The paper in Nature Microbiology is here: http://go.nature.com/2yECTny
In our recent work in Nature Microbiology, we are showcasing a new platform that we developed for complex genetic interaction analysis in the fungal pathogen Candida albicans. Our system uses a modified CRISPR-based gene drive to facilitate the rapid creation of single and double homozygous genetic knock-outs in C. albicans — a process that previously had been significantly more difficult and time-consuming, given the diploid nature of this organism (and several other genetic limitations).
I developed a passion for studying fungal pathogens during my PhD work with Dr. Leah Cowen and was also inspired by the phenomenal research in yeast genetic interaction analysis and functional genomics in our Department. When I joined Dr. Jim Collins’ lab and we decided to pursue a genetic interaction platform for C. albicans, two recent and major discoveries made it possible: first was the discovery that C. albicans, which was long thought to be an obligate diploid, could in fact exist in a mating-competent haploid state; and second was the ground-breaking application of CRISPR-Cas bacterial immune systems as a sophisticated tool for genome editing. The final piece of this puzzle came when I attended a small group meeting, where Alex Chavez from Dr. George Church’s lab (both collaborators on this work) was discussing his work in S. cerevisiae yeast; he was helping to develop a gene drive system that functions as a selfish genetic element to bias inheritance in its favour. With these three techniques in hand — mating-competent C. albicans haploids, CRISPR-based editing technology, and a gene drive platform — this project was set in motion.
We knew that to have an effective system to generate double deletion mutants, the platform had to be precise and efficient. It was critical that when we mated together two C. albicans haploids, each containing a different gene drive targeting a different gene for deletion, that the system was efficient enough that you could be confident that your resultant mated diploid was in fact a homozygous deletion mutant for both genes of interest. This would allow us to scale up this system, without having to screen hundreds or thousands of strains. Of course, this took quite a bit of development and optimization at the level of designing and cloning the CRISPR-based gene drive system, and generating and mating C. albicans strains.

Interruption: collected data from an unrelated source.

# --------------------------------------------------------------------------------------
# docs/hdf5_schema.md names everything a real run writes
# --------------------------------------------------------------------------------------
# 2-h LEO arcs with every output, every fit set (one of them impossible), events, a sweep
# and a case that stops at the altitude limit
SCHEMA_STUDY = TINY[:TINY.index("[[defaults.forces]]")].replace('name = "tiny"', 'name = "schema"\ndescription = "d"') + """
[defaults.spacecraft]
name = "PROBE-1"
mass_kg = 200.0
srp_area_m2 = 2.0
cr = 1.3

[[defaults.forces]]
model = "central_gravity"

[[defaults.forces]]
model = "zonal_j2"

[[defaults.forces]]
model = "sun_gravity"

[[defaults.forces]]
model = "solar_radiation"

[cases.full]
output = { step_s = 60.0, itrf = true, elements = true, accelerations = true, stm = true, record_events = ["ascending_node", "descending_node", "periapsis", "apoapsis", "penumbra", "umbra"] }
fitting = { element_sets = ["keplerian", "broadcast", "mean"], window_hours = 1.0, spacing_hours = 0.5, max_windows = 3 }

[cases.short]
output = { step_s = 600.0 }
fitting = { element_sets = ["keplerian"], window_hours = 5.0 }

[[sweeps]]
name = "cr"
base = "short"
grid."spacecraft.cr" = { first = 1.0, last = 1.0, step = 0.1 }

[cases.low]
initial_state.eccentricity = 0.1
initial_state.mean_anomaly_deg = 180.0
"""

At the height of this technology optimization, we started to keep a running tally of how many PCR reactions had been run in the process, which ended up being well over 10,000 reactions.
And since we were using red colony pigmentation from deletion of the ADE2 gene as a marker for our gene drive system, we ended up with some very beautiful C. albicans strains in all imaginable shades or red/pink.

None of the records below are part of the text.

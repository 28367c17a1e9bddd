//! Checking and repairing session folders (`skybearing check`).

use std::fs::{File, OpenOptions};
use std::io::Write;
use std::path::{Path, PathBuf};

use serde::Serialize;

use super::atomic::{sync_dir, write_atomic, write_json_atomic};
pub use super::compare::{
    SUMMARY_TOLERANCE, StoredKeys, compare_stored_summary, compare_summaries, read_stored_summary,
};
use super::fmt::push_fixed;
use super::lock::{LockState, lock_state};
use super::read::{self, ReadStats};
use super::{
    ArchiveError, EVENT_COLUMNS, EVENTS_FILE, FORMAT_VERSION, LOCK_FILE, PlannedEpoch,
    SAMPLE_COLUMNS, SAMPLES_FILE, SESSION_FILE, SUMMARY_FILE, SessionMeta, SessionStatus, Summary,
    SummaryBuilder, T_S_DECIMALS, format_utc_millis, parse_utc, read_json,
};

/// The findings of [`check_session`] on one folder.
#[derive(Debug, Clone, Serialize)]
pub struct CheckReport {
    /// The folder.
    pub dir: PathBuf,
    /// Session id from `session.json`.
    pub id: Option<String>,
    /// Status from `session.json`.
    pub status: Option<SessionStatus>,
    /// Good sample rows.
    pub samples: u64,
    /// Good event rows.
    pub events: u64,
    /// The session is `running` and its writer is alive.
    pub live: bool,
    /// The session is `running` and no live writer holds it.
    pub interrupted: bool,
    /// What is wrong (empty: the folder is fine).
    pub problems: Vec<String>,
    /// Remarks that do not make the folder bad.
    pub notes: Vec<String>,
    /// Why `samples.columns` is to be written again (missing or out of step with
    /// `samples.csv`): `--repair` writes it. None when it is current or not checked.
    #[serde(skip)]
    pub columns_to_write: Option<String>,
}

impl CheckReport {
    /// The report on a folder that `check --repair` removed (see [`repair_session`]).
    pub fn removed(dir: &Path) -> CheckReport {
        CheckReport {
            dir: dir.to_path_buf(),
            id: None,
            status: None,
            samples: 0,
            events: 0,
            live: false,
            interrupted: false,
            problems: Vec::new(),
            notes: vec!["removed by --repair: nothing was recorded in it".into()],
            columns_to_write: None,
        }
    }

    /// True when nothing is wrong.
    pub fn ok(&self) -> bool {
        self.problems.is_empty()
    }
}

The optimization paid off, and we were able to generate a system for very rapid, efficient, and precise creation of single and double homozygous deletion mutants in C. albicans, and from there, were able to do genetic interaction analysis, focusing on factors important for biofilm growth and antifungal drug resistance.

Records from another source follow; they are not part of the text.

/// The stationary occupancy of `burst`, whose generator is `q`; fails if some level is not
/// reachable from every other.
fn occupancy_of(burst: &Burst, q: &[f64]) -> Result<Vec<f64>> {
    let occupancy = stationary(q, burst.len());
    if occupancy.iter().any(|p| !(p.is_finite() && *p > 0.0)) {
        return Err(Error::Unsupported(format!(
            "burst {:?}: every level must be reachable from every other",
            burst.name
        )));
    }
    Ok(occupancy)
}

/// The relaxation modes of `burst` (those of [`BurstModel::modes`], which do not depend on the
/// sample rate), in bounded time: fails with [`Error::Unsupported`] if the burst is not a
/// valid chain or its eigenvalues do not converge. The profile reader calls this, so that a
/// chain no command can model is refused when it is read.
pub fn relaxation_modes(burst: &Burst) -> Result<Vec<Mode>> {
    let k = burst.len();
    let q = generator_matrix(burst)?;
    let occupancy = occupancy_of(burst, &q)?;
    modes(&q, k, &occupancy, max_sweeps(k)).ok_or_else(|| no_modes(burst))
}

fn no_modes(burst: &Burst) -> Error {
    Error::Unsupported(format!(
        "burst {:?}: the relaxation rates of its chain (the eigenvalues of its generator) did \
         not converge within {} QR sweeps; change a dwell time or jump probability slightly",
        burst.name,
        max_sweeps(burst.len())
    ))
}

/// Stationary distribution of the rate matrix `q` (K×K) by the Grassmann–Taksar–Heyman
/// elimination, which uses only sums and products of non-negative rates (no cancellation).
fn stationary(q: &[f64], k: usize) -> Vec<f64> {
    let mut a = q.to_vec();
    for n in (1..k).rev() {
        let s: f64 = (0..n).map(|j| a[n * k + j]).sum();
        for i in 0..n {
            a[i * k + n] /= s;
        }
        for i in 0..n {
            for j in 0..n {
                if i != j {
                    a[i * k + j] += a[i * k + n] * a[n * k + j];
                }
            }
        }
    }
    let mut p = vec![0.0; k];
    p[0] = 1.0;
    for j in 1..k {
        p[j] = (0..j).map(|i| p[i] * a[i * k + j]).sum();
    }
    let total: f64 = p.iter().sum();
    p.iter().map(|x| x / total).collect()
}

fn mat_mul(a: &[f64], b: &[f64], k: usize) -> Vec<f64> {
    let mut c = vec![0.0; k * k];
    for i in 0..k {
        for l in 0..k {
            let x = a[i * k + l];
            if x != 0.0 {
                for j in 0..k {
                    c[i * k + j] += x * b[l * k + j];
                }
            }
        }
    }
    c
}

fn mat_vec(a: &[f64], v: &[f64], k: usize) -> Vec<f64> {
    (0..k)
        .map(|i| (0..k).map(|j| a[i * k + j] * v[j]).sum())
        .collect()
}

/// `(e^A − I, φ₁(A), φ₂(A))` for a K×K matrix `A` (row-major): Taylor series of `A/2^s`
/// (‖A/2^s‖∞ ≤ 1/4), then s doublings `φ₂(2X) = (φ₁(X)² + 2φ₂(X))/4`,
/// `φ₁(2X) = φ₁(X) + φ₁(X)·E(X)/2`, `E(2X) = 2E(X) + E(X)²` (exact identities of the
/// exponential; the three functions of X commute).
fn exp_phi(a: &[f64], k: usize) -> (Vec<f64>, Vec<f64>, Vec<f64>) {
    let norm = (0..k)
        .map(|i| (0..k).map(|j| a[i * k + j].abs()).sum::<f64>())
        .fold(0.0, f64::max);
    let mut s = 0;
    while norm * 0.5f64.powi(s) > 0.25 {
        s += 1;
    }
    let scale = 0.5f64.powi(s);
    let b: Vec<f64> = a.iter().map(|x| x * scale).collect();
    let eye = |c: f64| {
        let mut m = vec![0.0; k * k];
        for i in 0..k {
            m[i * k + i] = c;
        }
        m
    };
    // Terms B^n/(n+2)!, accumulated into the three series.
    let mut e = vec![0.0; k * k];
    let mut phi1 = eye(1.0);
    let mut phi2 = eye(0.5);
    let mut power = eye(1.0); // B^n
    let mut fact = 1.0; // n!
    for n in 1..=30 {
        power = mat_mul(&power, &b, k);
        fact *= n as f64;
        let mut biggest: f64 = 0.0;
        for idx in 0..k * k {
            let t = power[idx] / fact;
            e[idx] += t;
            phi1[idx] += t / (n + 1) as f64;
            phi2[idx] += t / ((n + 1) * (n + 2)) as f64;
            biggest = biggest.max(t.abs());
        }
        if biggest < 1e-20 * (1.0 + norm * scale) {
            break;
        }
    }
    for _ in 0..s {
        let p1sq = mat_mul(&phi1, &phi1, k);
        let p1e = mat_mul(&phi1, &e, k);
        let esq = mat_mul(&e, &e, k);
        for idx in 0..k * k {
            phi2[idx] = (p1sq[idx] + 2.0 * phi2[idx]) / 4.0;
            phi1[idx] += p1e[idx] / 2.0;
            e[idx] = 2.0 * e[idx] + esq[idx];
        }
    }
    (e, phi1, phi2)
}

When we set out on this project, we didn’t know of many CRISPR-based tools being used in fungal pathogens. But a lot of wonderful work has come out recently, showcasing several exciting new techniques for CRISPR-based genetic manipulation in C. albicans and other Candida species. We hope that our work, together with these others, will help change how we can do functional genomic analysis in these critically important fungal pathogens.